Pathogenic variants of the gene FANCD2 are expressed phenotypically as Fanconi anemia (FA) type D2. The main features of the disease include developmental abnormalities in different organ systems (including radial ray defect, absent kidney, and growth retardation with prenatal onset), early-onset bone marrow failure (pancytopenia), and a high predisposition to cancer. The cellular hallmark of FA is hypersensitivity to DNA cross-linking agents and high frequency of chromosomal aberrations pointing to a defect in DNA repair. In this case we did not have the opportunity to check for chromosomal breakage in the presence of mitomycin C or diepoxybutane, because there were no viable fetal cells available for testing. Fanconi anemia type D2 (FA-D2) occurs in 3–6% of all patients with the disorder. Malformations are frequent in patients with FA-D2, and hematologic manifestations occur earlier and progress more rapidly than in any other patients with anemia of Fanconi [7].

3. Discussion

Fetal structural anomalies may be isolated or associated with systemic/syndromic conditions, so differential diagnosis may be challenging.

Upper limbs reduction defects account for around 10% of all prenatally detected congenital malformations, while unilateral kidney agenesia/aplasia accounts for 4-5%. Two extensive 11-year-long population studies suggest the prevalence of upper limb anomalies to be approximately 20 in 10,000 live births [8, 9]. Unilateral renal agenesis, defined as unilateral absence of kidney structure, has an estimated worldwide prevalence of around 1 in 2000 births [10]. As in daily clinical practice renal aplasia cannot be easily differentiated, the term unilateral renal agenesis is generally applied for both clinical entities.
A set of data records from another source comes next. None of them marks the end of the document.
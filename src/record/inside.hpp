// Reading a record folder without ever leaving it. Every path a folder's own records name (a "files" entry, a
// trace, the seal's list) is untrusted input: it must be relative, made only of plain components (no "", ".",
// ".." or backslash), and it is opened component by component from the folder's directory descriptor with
// O_NOFOLLOW, so neither "../../etc/hostname" nor a symbolic link placed in the folder can make loadtrim open
// a file outside it. Only regular files are opened: a FIFO, a device or a socket is refused after an
// lstat-style check, before any open(2) (opening a FIFO could block, or be noticed by whoever holds its other
// end).
//
// A file read whole into memory (read_inside, read_file_whole) is refused above kMaxRecordFileBytes, before
// anything is read: a damaged or planted file of gigabytes is a finding naming the file and the limit, never
// an allocation failure. Hashing (hash_inside) streams the file in chunks (record/sha256.hpp) and has no
// limit.
//
// Never throws; every failure is a status with a sentence naming the path.
#pragma once

#include <cstddef>
#include <cstdint>
#include <string>
#include <vector>

namespace loadtrim::record {

// The largest file of a record folder (or log) read whole into memory: events.jsonl, summary.json,
// result.json, a trace read back for the report, the inputs, the cell log. A session writes a trace of at
// most a few MB per coast-down (1 kHz, the highest controller.sample_rate_hz, is about 50 bytes a sample; a
// 10-minute coast-down at 1 kHz would be 30 MB) and a log of a few MB at most (100 coast-downs, the highest
// limits.max_coastdowns); 256 MiB is about eight times the largest of them (common practice, no source).
inline constexpr std::uint64_t kMaxRecordFileBytes = std::uint64_t{256} << 20;

// Whether `rel` may name a file inside a folder; when not, `why` says which rule it breaks.
bool is_safe_relative_path(const std::string& rel, std::string* why = nullptr);

enum class InsideStatus {
  ok,
  missing,   // no such file (or a directory on the way is missing)
  unsafe,    // refused without opening: unsafe path, a symbolic link, or not a regular file
  io_error,  // the folder or the file could not be read
  too_large  // larger than the limit on a file read whole (kMaxRecordFileBytes unless told); nothing read
};

struct InsideFile {
  InsideStatus status = InsideStatus::io_error;
  std::string error;  // when status != ok: a sentence naming the path
  std::string content;
};

// Reads folder/rel under the rules above; a file larger than max_bytes is too_large, its error naming the
// file, its size and the limit.
InsideFile read_inside(const std::string& folder, const std::string& rel,
                       std::uint64_t max_bytes = kMaxRecordFileBytes);
// Reads the regular file at `path` (a log outside any folder rules: the cell log; links are followed as
// open(2) follows them) whole, under the same limit; status missing, io_error or too_large with a sentence
// naming the path otherwise.
InsideFile read_file_whole(const std::string& path, std::uint64_t max_bytes = kMaxRecordFileBytes);

struct InsideHash {
  InsideStatus status = InsideStatus::io_error;
  std::string error;
  std::string sha256;  // lower-case hex
  std::uint64_t bytes = 0;
};
// SHA-256 of folder/rel, read in chunks of kHashChunkBytes: any size, constant memory.
InsideHash hash_inside(const std::string& folder, const std::string& rel);
// fsync(2) of folder/rel (opened under the rules above), so that what a seal hashes is what a power loss
// leaves. ok, or a status with a sentence naming the file.
InsideFile sync_inside(const std::string& folder, const std::string& rel);

struct FolderListing {
  bool ok = false;
  std::string error;               // names the offending entry (a symbolic link, a FIFO, ...) when !ok
  std::string offending;           // that entry's relative path, when there is one
  std::vector<std::string> files;  // every regular file, relative, '/'-separated, sorted bytewise
};
// Lists every regular file under `folder` (recursively) without following links. A symbolic link or any other
// non-regular, non-directory entry anywhere in the folder makes the listing fail, naming it.
FolderListing list_inside(const std::string& folder);

}  // namespace loadtrim::record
Reduction anomalies/deformities of the upper limbs may be observed in many genetic disorders (chromosomal and monogenic) but may also result from teratogenic exposure during pregnancy [11]. Unilateral renal agenesis is highly heterogeneous as well [12]. A combination of renal and upper limb malformations, similar to what we described in our case, may be part of more than 20 syndromes, with different etiology including monogenic dominant and recessive diseases (Baller-Gerold syndrome, TAR syndrome, Townes-Brocks syndrome, acrofacial dysostosis 1, Nager type, Fanconi anemia, etc.), unknown sporadic conditions (VATER/VACTERL association), and microstructural chromosomal anomalies (10q24 trisomy, inv dup(22)(q11), etc.).

Our case illustrates the feasibility of new technologies in the genetic evaluation of patients with multiple malformations. SNP genotyping helps not only to screen the fetal genome for pathogenic copy number variants (including common aneuploidies and microdeletions/microduplications) but also to find out chromosome regions harboring genes implicated in monogenic systemic malformations. The prognosis for the developing fetus and the reproductive decisions of the family largely depend on the causes underlying the particular malformation. In our case, finding out the genetic etiology of the fetal phenotype made it possible to provide adequate genetic counseling to the family and to plan optimal disease prophylaxis in future pregnancies.

Competing Interests

The authors declare that there is no conflict of interests regarding the publication of this paper.